Limit Work In Progress
The main enhancement in the Lean Management over Agile is that Agile emphasize only on
small batch size to deliver quickly (low Cycle Time) whereas lean management increases the throughput by eliminating waste, optimizing value streams, empowering people and continuously improving by incorporation of feedback. The Lean software Management process focuses on creating value for the project owner and for the end user, anything that is not adding value, is considered waste. Hence to maximize value we must minimize waste. To increase the value we must develop ways to identify wastes and then eliminate them.
What is Work-in-Progress and why it should be limited?
Partially done work is incomplete work or Work-in-progress(WIP) that can not be delivered in current delivery. In Lean terms, there is no incomplete work, but only work that remains in process. If a task is started but never completed, it stays as a work in process. The Cycle Time is directly proportional to WIP and inversely proportional to throughput.
Little’s Law
Reducing the cycle time is of extreme importance when optimizing processes. In the above formula, cycle time can be reduced by either:
reducing WIP (the maximum number of items in progress), OR by
Increasing the throughput
In real-life situations, increasing throughput is only possible up to a certain level and is often limited by the availability of physical resources, for example:
the number of people in a team
the number of CPU’s in a server
the number of hours in a working day
…
Thus practically the throughput is increased when we keep the cycle time constant (say your delivery cycle) by reducing the maximum number of items in progress (WIP) during the sprint.
Even Mary and Tom Poppendieck in their book “Lean Software Development: An Agile Toolkit” has identified WIP number one wastes out of the seven wastes of software development which are:
Partially done work (WIP)
Extra Processes
Extra features (overproduction)
Task switching (relearning)
Waiting (delays)
Motion (handoffs)
defects.
Lean principles and Kanban management techniques want to limit too much work in process, so too much incomplete work could mean a failure in project management, problems with assigning priorities, or a breakdown in work intake procedures.

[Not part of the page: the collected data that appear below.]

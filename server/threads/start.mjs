// Threads do not inherit the loader that lets Node.js read TypeScript.
import { workerData } from "node:worker_threads";
import { register } from "tsx/esm/api";

register();
await import(workerData.module);
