import { queryOptions, useQuery } from "@tanstack/react-query";
import { apiPaths } from "#shared/api/paths.ts";
import { sessionResponse } from "#shared/api/session.ts";
import { request } from "../client.ts";

export const sessionOptions = () =>
  queryOptions({
    queryKey: ["session"],
    queryFn: ({ signal }) => request(apiPaths.session(), sessionResponse, { signal, anonymous: true }),
    staleTime: 60_000,
  });

export const useSessionQuery = () => useQuery(sessionOptions());
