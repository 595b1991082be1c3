/** The demo team: an invented company, its people and scenarios. Laid out once, on the first start. */
import type { Role } from "#shared/api/permissions.ts";
import type { Scenario } from "#shared/scenario/schema.ts";

export const DEMO_PASSWORD = "hold-fast-2026";

type TeamKey = "northquay" | "saltmarsh";
export const DEMO_TEAMS: Record<TeamKey, string> = { northquay: "Northquay Packaging", saltmarsh: "Saltmarsh Training Centre" };

const KIM = "kim.sandeval@northquay.example";
const ROWAN = "rowan.fennick@northquay.example";
const ADA = "ada.moorling@northquay.example";
const TOVE = "tove.saltby@northquay.example";

export interface DemoPerson {
  name: string;
  email: string;
  roles: Partial<Record<TeamKey, Role[]>>;
}
export const DEMO_PEOPLE: readonly DemoPerson[] = [
  { name: "Rowan Fennick", email: ROWAN, roles: { northquay: ["engineer"], saltmarsh: ["trainee"] } },
  { name: "Ada Moorling", email: ADA, roles: { northquay: ["reviewer"] } },
  { name: "Kim Sandeval", email: KIM, roles: { northquay: ["trainee"] } },
  { name: "Tove Saltby", email: TOVE, roles: { northquay: ["administrator"], saltmarsh: ["engineer"] } },
];

interface DemoRevision {
  by: string;
  hoursAgo: number;
  note: string;
  /** What was different then from the example; left out: nothing. */
  then?: (scenario: Scenario) => void;
}
export interface DemoScenario {
  team: TeamKey;
  /** File in examples/. */
  example: string;
  /** Oldest first; the first one's author owns the scenario. */
  revisions: DemoRevision[];
}

const DAY = 24;

/** In the order of their last change. */
export const DEMO_SCENARIOS: readonly DemoScenario[] = [
  {
    team: "saltmarsh",
    example: "balancer-rig-1.json",
    revisions: [
      {
        by: TOVE,
        hoursAgo: 8 * DAY,
        note: "For the first afternoon of the course",
        then: (scenario) => {
          scenario.name = "Training rig";
          scenario.description = "The balancer of the course: change the loss and see how long it holds.";
        },
      },
    ],
  },
  {
    team: "northquay",
    example: "balancer-rig-2-bursts.json",
    revisions: [
      {
        by: TOVE,
        hoursAgo: 6 * DAY + 5,
        note: "Losses as counted in hall 2, taken as independent",
        then: (scenario) => {
          scenario.losses.process = { type: "bernoulli", measurement: 0.05, command: 0.05 };
        },
      },
      { by: TOVE, hoursAgo: 6 * DAY + 3, note: "They come in bursts: the lorry at the dock door" },
    ],
  },
  {
    team: "northquay",
    example: "pallet-crane-bay-3.json",
    revisions: [
      {
        by: ADA,
        hoursAgo: 5 * DAY + 2,
        note: "Masses and lengths from the crane's drawing",
        then: (scenario) => {
          scenario.changes = [];
        },
      },
      { by: ADA, hoursAgo: 4 * DAY + 6, note: "Takes on a load in mid-travel" },
    ],
  },
  {
    team: "northquay",
    example: "balancer-rig-1-held.json",
    revisions: [{ by: ADA, hoursAgo: 3 * DAY + 1, note: "What if the drive only held the last command?" }],
  },
  {
    team: "northquay",
    example: "film-dancer-arm-1.json",
    revisions: [{ by: ROWAN, hoursAgo: 2 * DAY + 4, note: "PID as it runs on the wired machine" }],
  },
  {
    team: "northquay",
    example: "balancer-rig-1.json",
    revisions: [
      {
        by: ROWAN,
        hoursAgo: 1 * DAY + 3,
        note: "Draft for the long hall, does not fit yet",
        then: (scenario) => {
          scenario.name = "Balancer, long hall";
          scenario.description = "The same machine with eight hops between sensor and drive. The round is longer than its period.";
          scenario.round.hops = 8;
        },
      },
    ],
  },
  {
    team: "northquay",
    example: "balancer-rig-1.json",
    revisions: [
      {
        by: ROWAN,
        hoursAgo: 7 * DAY + 2,
        note: "As built; the drive holds the last command when one is lost",
        then: (scenario) => {
          scenario.loops[0].actuator.onLoss = { policy: "hold" };
          scenario.losses.outages = [];
        },
      },
      {
        by: ADA,
        hoursAgo: 3 * DAY + 3,
        note: "An outage of 100 ms, as measured at shift change",
        then: (scenario) => {
          scenario.loops[0].actuator.onLoss = { policy: "hold" };
        },
      },
      { by: ROWAN, hoursAgo: 2, note: "Every command carries a plan for the rounds after it" },
    ],
  },
];
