import { createReadStream, readFileSync } from "node:fs";
import { eq, inArray } from "drizzle-orm";
import { drizzle } from "drizzle-orm/node-postgres";
import type { Role } from "#shared/api/permissions.ts";
import { columnMappingSchema } from "#shared/reception/types.ts";
import { parseScenario } from "#shared/scenario/parse.ts";
import type { Scenario } from "#shared/scenario/schema.ts";
import { simulate } from "#shared/simulation/simulate.ts";
import { ENGINE_VERSION } from "#shared/simulation/version.ts";
import { record } from "../features/activity/repository.ts";
import { readLog } from "../features/logs/read.ts";
import { storeLog } from "../features/logs/service.ts";
import { recordOf } from "../features/runs/record.ts";
import { storeRun } from "../features/runs/service.ts";
import { insertNewScenario, insertNextRevision } from "../features/scenarios/service.ts";
import { hashPassword } from "../features/session/service.ts";
import type { Queries } from "./client.ts";
import { DEMO_PARTS, DEMO_PASSWORD, DEMO_PEOPLE, DEMO_TEAMS, type DemoLog, type DemoScenario, type LaidOutLog } from "./demo.ts";
import { underLock } from "./migrate.ts";
import * as schema from "./schema.ts";

function readExample(name: string): Scenario {
  const parsed = parseScenario(JSON.parse(readFileSync(new URL(`../../examples/${name}`, import.meta.url), "utf8")));
  if (!parsed.ok) throw new Error(`examples/${name}: ${parsed.issues[0].message}`);
  return parsed.value;
}

type Team = { id: string; name: string };
type User = { id: string; name: string };

interface Demo {
  db: Queries;
  /** By the key of the team, and by mail. */
  teams: Map<string, Team>;
  people: Map<string, User>;
  now: number;
}
const hoursBefore = (now: number, hours: number) => new Date(now - hours * 3_600_000);

async function insertTeams(db: Queries, now: number): Promise<Demo["teams"]> {
  const teams: Demo["teams"] = new Map();
  for (const [i, [key, name]] of Object.entries(DEMO_TEAMS).entries()) {
    // A moment apart, so that the order of the teams is theirs.
    const [team] = await db
      .insert(schema.teams)
      .values({ name, createdAt: new Date(now + i) })
      .returning({ id: schema.teams.id, name: schema.teams.name });
    teams.set(key, team);
  }
  return teams;
}

async function insertPeople(db: Queries, teams: Demo["teams"]): Promise<Demo["people"]> {
  const passwordHash = await hashPassword(DEMO_PASSWORD);
  const people: Demo["people"] = new Map();
  for (const { name, email, roles } of DEMO_PEOPLE) {
    const [user] = await db.insert(schema.users).values({ name, email, passwordHash }).returning({ id: schema.users.id, name: schema.users.name });
    people.set(email, user);
    for (const [team, held] of Object.entries(roles) as [string, Role[]][]) {
      await db.insert(schema.memberships).values({ teamId: (teams.get(team) as Team).id, userId: user.id, roles: held });
    }
  }
  return people;
}

/** What an earlier version laid out, as far as it is still there. */
async function findDemo(db: Queries, now: number): Promise<Demo> {
  const mails = DEMO_PEOPLE.map(({ email }) => email);
  const rows = await db
    .selectDistinctOn([schema.teams.id, schema.users.id], {
      team: { id: schema.teams.id, name: schema.teams.name },
      user: { id: schema.users.id, name: schema.users.name },
      email: schema.users.email,
    })
    .from(schema.memberships)
    .innerJoin(schema.teams, eq(schema.teams.id, schema.memberships.teamId))
    .innerJoin(schema.users, eq(schema.users.id, schema.memberships.userId))
    .where(inArray(schema.users.email, mails));
  const teams: Demo["teams"] = new Map();
  for (const [key, name] of Object.entries(DEMO_TEAMS)) {
    const found = rows.find(({ team }) => team.name === name);
    if (found) teams.set(key, found.team);
  }
  return { db, teams, people: new Map(rows.map(({ email, user }) => [email, user])), now };
}

async function insertDemoLog({ db, teams, people, now }: Demo, demo: DemoLog): Promise<LaidOutLog> {
  const member = { team: teams.get(demo.team) as Team, user: people.get(demo.by) as User };
  const { name, file } = demo;
  const mapping = columnMappingSchema.parse(demo.mapping);
  const read = await readLog(createReadStream(new URL(`../../examples/logs/${file}`, import.meta.url)), mapping, false);
  if (!read.ok) throw new Error(`examples/logs/${file}: ${read.message}`);
  const { id } = await storeLog(db, member, { name, fileName: file, mapping }, read, hoursBefore(now, demo.hoursAgo));
  return { id, name, links: JSON.parse(read.linkTraces) };
}

async function insertDemoScenario({ db, teams, people, now }: Demo, demo: DemoScenario, logs: Map<string, LaidOutLog>): Promise<void> {
  let row: { id: string; latestRevision: number } | null = null;
  const example = readExample(demo.example);
  for (const { by, hoursAgo, note, then } of demo.revisions) {
    const member = { team: teams.get(demo.team) as Team, user: people.get(by) as User };
    const at = hoursBefore(now, hoursAgo);
    const scenario = structuredClone(example);
    then?.(scenario, (file) => logs.get(file) as LaidOutLog);
    const first = row === null;
    if (row === null) row = await insertNewScenario(db, member, scenario, note, at);
    else row = { id: row.id, latestRevision: await insertNextRevision(db, member, row, scenario, note, at) };
    const subject = { id: row.id, name: scenario.name };
    await record(db, member, { what: first ? "scenario-created" : "revision-saved", subject, revision: row.latestRevision, at });
    const outcome = simulate(scenario);
    if (!outcome.ok) continue;
    const key = { scenarioId: row.id, revision: row.latestRevision, seed: scenario.run.seed, engine: ENGINE_VERSION };
    await storeRun(db, member, key, await recordOf(scenario, outcome.result), at);
  }
}

/** Lays out each part of the demo once: what is deleted later stays deleted. Tells whether it did anything. */
export function seedDemo(url: string): Promise<boolean> {
  return underLock(url, (client) =>
    drizzle(client, { schema, casing: "snake_case" }).transaction(async (db) => {
      const done = new Set((await db.select({ key: schema.settings.key }).from(schema.settings)).map(({ key }) => key));
      const parts = DEMO_PARTS.filter(({ key }) => !done.has(key));
      if (parts.length === 0) return false;
      const now = Date.now();
      const begun = parts.length < DEMO_PARTS.length;
      const teams = begun ? null : await insertTeams(db, now);
      const demo: Demo = teams ? { db, teams, people: await insertPeople(db, teams), now } : await findDemo(db, now);
      // A team that somebody has removed, or whose people have left it, gets nothing more.
      const isWhole = demo.teams.size === Object.keys(DEMO_TEAMS).length && demo.people.size === DEMO_PEOPLE.length;
      for (const { key, logs, scenarios } of parts) {
        if (isWhole) {
          const laidOut = new Map<string, LaidOutLog>();
          for (const log of logs) laidOut.set(log.file, await insertDemoLog(demo, log));
          for (const scenario of scenarios) await insertDemoScenario(demo, scenario, laidOut);
        }
        await db.insert(schema.settings).values({ key, value: new Date(now).toISOString() });
      }
      return isWhole;
    }),
  );
}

Limiting WIP is a guiding principle for Lean Management; limiting WIP on their own does not strongly predict delivery performance. WIP limits are no good if they don’t lead to improvements that increase flow. It’s only when WIP limits are combined with the use of visual displays and have a feedback loop from production monitoring tools back to delivery teams or the business that we see a strong effect. When teams use these tools together, we see a much stronger positive effect on software delivery performance. In summary, limit WIP
To foster a culture of finishing work, and reduce time to market
To minimize multitasking and chaos
To maximize throughput and exercise a true pull process
How does Limiting WIP help us?
Work in progress (WIP) limits, restrict the maximum amount of work items in the different stages of the workflow. Implementing WIP limits allows you to complete single work items faster by helping your team focus only on current tasks. Most importantly, by applying WIP limits, your team has the opportunity of locating bottlenecks in their working processes before they become blockers.
WIP limits are considered an important prerequisite for delivering value to your customer as fast as possible. This makes WIP limits a valuable asset in Kanban, a Lean Management methodology. The act of restricting WIP helps you optimize work capacity by allowing you to pull new work only if capacity is available.These limits ensure that your team will keep an optimal work pace without exceeding its work capacity leading to burnouts.
When the team implements WIP limits, there are a number of benefits:
The team usually decides to work from the highest priority stories to the lowest, which lets them deliver the most value possible in the sprint.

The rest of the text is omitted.